Da gibt’s dann auch noch mehr zu entdecken, für euch allerdings nur, wenn ihr euch “Deep Pore” – übrigens auf Adagio 830 erschienen – selber zulegt, denn ich verrate hier und jetzt gar nichts mehr. Na ja gut, abgesehen von weiteren songwriterischen Raffinessen sollte ich vielleicht schon noch ein paar Worte zu Sound und Referenzen verlieren. Soundtechnisch stechen Liiek tatsächlich nicht sonderlich aus dem genreüblichen Mix heraus. Ist aber auch okay so, dient der Sound doch auch als ein Post-Punk- interner roter Faden. Da haben wir den hölzernen Bass, die furztrockenen Drums und die Gitarre, die sich so vehement dagegen wert, nach dem ikonischsten aller Rockinstrumente klingen zu wollen. Understatement statt Rockstartum eben.

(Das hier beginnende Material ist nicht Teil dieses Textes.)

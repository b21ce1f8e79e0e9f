import fc from 'fast-check';
import { describe, expect, it } from 'vitest';
import { formulaReadings, normalizeText, splitPhaseSuffix } from '@shared/search';
import { rankFuzzy } from '@shared/search/fuzzy-rank';
import { wordStarts } from '@shared/search/normalize';
import { buildTrigramIndex, trigramCandidates, TrigramScratch } from '@shared/search/trigram-index';

describe('formulaReadings', () => {
  it('reads "co" as carbon monoxide and as cobalt, separate symbols first', () => {
    expect(formulaReadings('co').map((r) => r.text)).toEqual(['CO', 'Co']);
  });

  it('puts the reading typed with its case first', () => {
    expect(formulaReadings('Co').map((r) => r.text)).toEqual(['Co', 'CO']);
    expect(formulaReadings('Co')[0]?.asTyped).toBe(true);
  });

  it('gives the Hill formula and charge of each reading', () => {
    // Hill order (C, H, then alphabetical): ethanol C2H6O, sulfate O4S (from memory).
    expect(formulaReadings('c2h5oh')).toMatchObject([{ text: 'C2H5OH', hill: 'C2H6O', charge: 0 }]);
    expect(formulaReadings('so4^2-')).toMatchObject([{ formula: 'SO4^2-', hill: 'O4S', charge: -2 }]);
    expect(formulaReadings('na+')).toMatchObject([{ formula: 'Na^+', charge: 1 }]);
  });

  it('reads the electron', () => {
    expect(formulaReadings('e-')).toMatchObject([{ formula: 'e^-', charge: -1 }]);
  });

  it('leaves out text that is no formula ("water" is one: W, At, Er)', () => {
    expect(formulaReadings('water').map((r) => r.text)).toEqual(['WAtEr']);
    for (const text of ['ethanol', 'sodium', '.*', '((((', '64-17-5', '', 'c'.repeat(100), 'h2o (l)']) {
      expect(formulaReadings(text), text).toEqual([]);
    }
  });

  it('gives up on words with too many symbol spellings instead of trying them all', () => {
    // "conocono…" splits into C/O/N or Co/No in 2^n ways.
    expect(formulaReadings('cono'.repeat(8))).toEqual([]);
  });

  it('never throws, whatever the text', () => {
    fc.assert(
      fc.property(fc.string({ maxLength: 80 }), (text) => {
        expect(Array.isArray(formulaReadings(text))).toBe(true);
      }),
      { numRuns: 500 },
    );
  });
});

describe('splitPhaseSuffix', () => {
  it('splits a phase label and a descriptor off the end', () => {
    expect(splitPhaseSuffix('H2O(l)')).toEqual({ rest: 'H2O', phase: 'l', descriptor: null });
    expect(splitPhaseSuffix('C (cr, Graphite)')).toEqual({ rest: 'C', phase: 'cr', descriptor: 'graphite' });
    expect(splitPhaseSuffix('water(G)')).toEqual({ rest: 'water', phase: 'g', descriptor: null });
  });

  it('files (s) as cr, the library phase of every crystalline solid', () => {
    expect(splitPhaseSuffix('NaCl(s)').phase).toBe('cr');
  });

  it('leaves brackets that are not phases alone', () => {
    for (const text of ['Ca(OH)2', 'iron(III) oxide', 'copper(II)', '(g)', 'Fe(CO)5']) {
      expect(splitPhaseSuffix(text)).toEqual({ rest: text, phase: null, descriptor: null });
    }
  });
});

describe('normalizeText', () => {
  it('folds case, accents, dashes and spaces', () => {
    expect(normalizeText('  Sodium   Chloride ')).toBe('sodium chloride');
    expect(normalizeText('Nickel(II) sulfate – hexahydrate')).toBe('nickel(ii) sulfate - hexahydrate');
    expect(normalizeText('Señorita\u00a0Café')).toBe('senorita cafe');
    expect(normalizeText('α-Pinene')).toBe('α-pinene');
  });

  it('drops control and zero-width characters', () => {
    expect(normalizeText('eth\u200banol\u0000')).toBe('eth anol');
    expect(normalizeText('\u0007\u001b\ufeff')).toBe('');
  });
});

describe('wordStarts', () => {
  it('finds letters after separators, not after digits inside locants', () => {
    expect(wordStarts('sodium chloride')).toEqual([7]);
    expect(wordStarts('1,2-dichloroethane')).toEqual([4]);
    expect(wordStarts('butan-2-ol')).toEqual([8]);
    expect(wordStarts('water')).toEqual([]);
  });
});

/** One edit of `word` at `at`: substitute, drop, insert, or swap with the next character. */
function edit(word: string, kind: number, at: number, letter: string): string {
  switch (kind) {
    case 0:
      return word.slice(0, at) + letter + word.slice(at + 1);
    case 1:
      return word.slice(0, at) + word.slice(at + 1);
    case 2:
      return word.slice(0, at) + letter + word.slice(at);
    default:
      return at + 1 < word.length ? word.slice(0, at) + word[at + 1] + word[at] + word.slice(at + 2) : word;
  }
}

const wordArbitrary = fc
  .string({ unit: fc.constantFrom(...'abcdefghilmnoprstuy-,1234 '), minLength: 6, maxLength: 70 })
  .map((w) => normalizeText(w))
  .filter((w) => w.length >= 6);

describe('trigram candidates and fuzzy scoring', () => {
  it('keep every text within one typo of the query (property)', () => {
    fc.assert(
      fc.property(
        wordArbitrary,
        fc.integer({ min: 0, max: 3 }),
        fc.nat(),
        fc.constantFrom(...'aeiouxz'),
        (word, kind, position, letter) => {
          const edited = edit(word, kind, position % word.length, letter);
          const query = normalizeText(edited);
          // Normalising can fold the edit into a second change ("aa 1 aaa" less its "1" leaves two
          // spaces, folded into one): such a query is two typos away, outside this property.
          fc.pre(query === edited && query.length >= 4);
          const index = buildTrigramIndex([word, 'unrelated text']);
          const candidates = trigramCandidates(index, new TrigramScratch(2), query, 10, () => true);
          expect(candidates).toContain(0);
          expect(rankFuzzy(query, [word]).map((s) => s.candidate)).toEqual([0]);
        },
      ),
      { numRuns: 1000 },
    );
  });

  it('scores a text that contains the query near 0 and a one-typo match as one edit', () => {
    const scores = rankFuzzy('ethanl', ['ethanol', 'methanol', 'propane']);
    expect(scores.map((s) => s.candidate).sort()).toEqual([0, 1]);
    expect(scores[0]?.score).toBeCloseTo(1 / 6, 10);
  });

  it('counts a swap of neighbours as one typo, which fuse.js alone does not', () => {
    expect(rankFuzzy('caesuim', ['caesium'])).toEqual([{ candidate: 0, score: 1 / 7 }]);
    expect(rankFuzzy('caseuim', ['caesium'])).toEqual([]); // two swaps
  });

  it('finds a typo in a name longer than fuse.js’s 32-character window', () => {
    const name = '10-chloro-3,15,18-trihydroxy-20-methoxyicosan-6-one';
    expect(rankFuzzy('10-chloro-3,15,18-trihyroxy-20-methoxyicosan-6-one', [name])).toHaveLength(1);
    expect(
      rankFuzzy('10-chloro-3,15,18-trihydroxy-20-methoxyicosan-6-ane', [
        name,
        '10-chloro-3,15,18-trihydroxy-20-ethylicosan-6-one',
      ]),
    ).toEqual([{ candidate: 0, score: expect.any(Number) }]);
  });
});
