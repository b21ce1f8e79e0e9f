import Papa from 'papaparse';
import { z } from 'zod';
import { balanceEquation, molarMass, parseEquation, parseFormula, ratText } from '@shared/chemistry/index';
import { thermoModelIssues, validRange } from '@shared/chemistry/thermo/index';
import { thermoFormSchema, thermoScaleSchema } from '@shared/schemas/thermo';
import {
  libraryPhaseSchema,
  libraryPropertySchema,
  propertyUnits,
  provenanceSchema,
  reactionMethods,
  sourceKindSchema,
  uncertaintyKindSchema,
  type HeatCapacityForm,
  type LibraryPhase,
  type LibraryProperty,
  type ModelScale,
  type Provenance,
  type ReactionMethod,
  type SourceKind,
  type UncertaintyKind,
} from '@shared/schemas/library-core';

/**
 * Reads a set of library files in the seed format (seeds/library/FORMAT.md) into typed records,
 * checking every field, every key and every cross-reference. Used by the seed step (revision 1)
 * and by imports; nothing is written anywhere, so a set with problems changes nothing.
 */

export interface LibraryFile {
  /** File name as the user knows it (for messages), e.g. "values-codata.csv". */
  name: string;
  text: string;
}

/** Where a record was read: file name and line (from 1; the CSV header is line 1). */
export interface Origin {
  file: string;
  line: number;
}

/** One problem in one place: file, line (from 1, the header is line 1) and column name. */
export interface SetProblem {
  file: string;
  line: number;
  column?: string;
  message: string;
}

export interface SourceRecord {
  origin: Origin;
  key: string;
  kind: SourceKind;
  authors: string;
  title: string;
  publication: string | null;
  year: number | null;
  volume: string | null;
  pages: string | null;
  doi: string | null;
  isbn: string | null;
  url: string | null;
  note: string | null;
}

export interface SpeciesRecord {
  origin: Origin;
  key: string;
  formula: string;
  hill: string;
  charge: number;
  phase: LibraryPhase;
  descriptor: string | null;
  name: string;
  synonyms: string[];
  cas: string | null;
  inchikey: string | null;
  inchi: string | null;
  referenceState: string | null;
  molarMass: number;
  note: string | null;
}

export interface ValueRecord {
  origin: Origin;
  species: string;
  property: LibraryProperty;
  /** Decimal text as the source prints it. */
  value: string;
  uncertaintyKind: UncertaintyKind;
  uncertainty: string | null;
  k: number | null;
  source: string;
  table: string | null;
  entryNote: string | null;
  provenance: Provenance;
  pressureBar: number;
  ionConvention: string | null;
  note: string | null;
  /** For a value derived in the product (provenance `derived`): its derivation, input weights included. */
  derivation?: Record<string, unknown> | null;
}

export interface ModelRecord {
  origin: Origin;
  species: string;
  source: string;
  entryNote: string | null;
  provenance: Provenance;
  provenanceNote: string | null;
  scale: ModelScale;
  forms: HeatCapacityForm[];
}

export interface SelectionRecord {
  origin: Origin;
  species: string;
  property: LibraryProperty | 'cp';
  source: string;
  reason: string;
}

export { reactionMethods, type ReactionMethod } from '@shared/schemas/library-core';

export interface ReactionRecord {
  origin: Origin;
  key: string;
  /** The equation as written in the file. */
  equation: string;
  /** Signed terms: species key (finite-molality solutes keyed with their molality) and exact coefficient text. */
  terms: { key: string; coefficient: string; finiteMolality: boolean }[];
  deltaH: string;
  uncertaintyKind: UncertaintyKind;
  uncertainty: string | null;
  k: number | null;
  /** K. */
  temperature: number;
  method: ReactionMethod;
  molality: number | null;
  source: string;
  table: string | null;
  /** False when the value restates library values (computed from them): left out of Hess sums. */
  independent: boolean;
  provenance: Provenance;
  note: string | null;
}

/**
 * A row to close (deprecate): a species (with its values, models and selections), a value, a
 * model, a measured reaction or a source, named by the keys the applier matches on.
 */
export interface DeprecationRecord {
  origin: Origin;
  target: 'species' | 'value' | 'model' | 'reaction' | 'source';
  /** The species key (species, value, model), the reaction key or the source key. */
  key: string;
  /** value: its property. */
  property?: LibraryProperty;
  /** value, model: the source key. */
  source?: string;
}

export interface LibrarySet {
  sources: SourceRecord[];
  species: SpeciesRecord[];
  values: ValueRecord[];
  models: ModelRecord[];
  selections: SelectionRecord[];
  reactions: ReactionRecord[];
  /** Rows to close; only amendments carry them (the seed files add and revise only). */
  deprecations?: DeprecationRecord[];
}

const decimalText = /^-?(\d+(\.\d*)?|\.\d+)([eE][+-]?\d+)?$/;
const optionalText = z
  .string()
  .transform((v) => v.trim())
  .transform((v) => (v === '' ? null : v));
const requiredText = z.string().trim().min(1, 'must not be empty');
const decimal = z.string().trim().regex(decimalText, 'must be a decimal number such as -393.51');
const optionalDecimal = z
  .string()
  .trim()
  .refine((v) => v === '' || decimalText.test(v), 'must be empty or a decimal number')
  .transform((v) => (v === '' ? null : v));

const sourceRow = z.object({
  key: z
    .string()
    .trim()
    .regex(/^[a-z0-9][a-z0-9.-]*$/, 'must be a lower-case slug such as codata-1989'),
  kind: sourceKindSchema,
  authors: requiredText,
  title: requiredText,
  publication: optionalText,
  year: optionalText
    .refine(
      (v) => v === null || (/^\d{4}$/.test(v) && Number(v) >= 1500 && Number(v) <= 2100),
      'must be a year such as 1989',
    )
    .transform((v) => (v === null ? null : Number(v))),
  volume: optionalText,
  pages: optionalText,
  doi: optionalText,
  isbn: optionalText,
  url: optionalText,
  note: optionalText,
});

const casPattern = /^\d{2,7}-\d{2}-\d$/;

/** Whether a CAS Registry Number's check digit is right (weighted sum of the other digits mod 10). */
export function casCheckDigitValid(cas: string): boolean {
  if (!casPattern.test(cas)) return false;
  const digits = cas.replace(/-/g, '');
  const check = Number(digits[digits.length - 1]);
  const body = digits.slice(0, -1).split('').reverse();
  const sum = body.reduce((s, d, i) => s + Number(d) * (i + 1), 0);
  return sum % 10 === check;
}

const speciesRow = z.object({
  key: requiredText,
  formula: requiredText,
  phase: libraryPhaseSchema,
  descriptor: optionalText,
  charge: z
    .string()
    .trim()
    .regex(/^-?\d+$/, 'must be a whole number')
    .transform(Number),
  name: requiredText,
  synonyms: optionalText.transform((v) =>
    v === null
      ? []
      : v
          .split(';')
          .map((s) => s.trim())
          .filter(Boolean),
  ),
  cas: optionalText.refine((v) => v === null || casCheckDigitValid(v), 'is not a valid CAS RN (check digit)'),
  inchikey: optionalText.refine(
    (v) => v === null || /^[A-Z]{14}-[A-Z]{10}-[A-Z]$/.test(v),
    'is not an InChIKey (14-10-1 upper-case letters)',
  ),
  inchi: optionalText.refine((v) => v === null || v.startsWith('InChI='), 'must start with InChI='),
  reference_state: optionalText,
  note: optionalText,
});

const valueRow = z.object({
  species: requiredText,
  property: libraryPropertySchema,
  value: decimal,
  unit: requiredText,
  uncertainty_kind: uncertaintyKindSchema,
  uncertainty: optionalDecimal,
  k: optionalDecimal.transform((v) => (v === null ? null : Number(v))),
  source: requiredText,
  table: optionalText,
  entry_note: optionalText,
  provenance: provenanceSchema,
  pressure_bar: z.enum(['1', '1.01325'], { message: 'must be 1 or 1.01325' }).transform(Number),
  ion_convention: optionalText.refine(
    (v) => v === null || v === 'thermal-electron' || v === 'ion',
    'must be thermal-electron, ion or empty',
  ),
  note: optionalText,
});

const modelLine = z
  .strictObject({
    species: requiredText,
    source: requiredText,
    entryNote: z.string().nullable().optional(),
    provenance: provenanceSchema,
    provenanceNote: z.string().nullable().optional(),
    scale: thermoScaleSchema,
    forms: z.array(thermoFormSchema).min(1),
  })
  // The thermo core's own rules: ranges ascend, forms meet, transitions stated on the relative scale.
  .superRefine((model, ctx) => {
    for (const issue of thermoModelIssues(model))
      ctx.addIssue({ code: 'custom', path: issue.path, message: issue.message });
  });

Trotzdem sorgt gerade die Gitarre für die Eigenständigkeit der Musik von Liiek. Ihre Melodien sorgen für Assoziationen zu The Cure, über Joy Division, bis hin zu Bloc Party und The Gossip. Die üblichen Post-Punker gar nicht erst mitgezählt. Und dank Ideenreichtum und künstlerisch wertvoller Färbung fühlt man sich wieder daran erinnert, dass sogar David Bowie eine Zeit lang ein Einwohner Berlins war. In fast schon wahnwitzigem Kontrast dazu fühlt man sich auch an die Machart frühen Deutschpunks erinnert, würden Liiek denn auch auf Deutsch und nicht auf Englisch singen. Ihr seht schon, Liiek bieten alles, nur keinen Einheitsbrei. Wer also denkt, er/sie habe schon alle Waggons des Post-Punk-Zugs durchgezählt, mag mit “Deep Pore” doch noch eines besseren belehrt werden können. Üüüberraschung!!
Bezüglich der Optik gilt es vor allem das Label zu loben. Dieses ist in seiner Machart an diese Standardlabels aus den 70ern angelehnt. Schlicht, aber legendär. Auf dem Cover ist dem Zebramuster etwas Farbe beigemischt. Aber ja nicht zu viel, ist ja schließlich Post-Punk. Sticht für meinen Geschmack nicht sonderlich hervor, will und soll es vermutlich aber auch nicht. Infos gibt es quasi keine, aber auch das ist wohl Absicht. Ganz nett dagegen die beiliegende Karte mit kurzer, jedoch prägnanter Message. Diese bleibt aber eine… Üüüberraschung! (Oder ihr schaut euch die nachfolgenden Bilder an, zwinker!). Zu haben ist das Liiek‘sche Überraschungspaket direkt bei der Band, oder bei Adagio 830.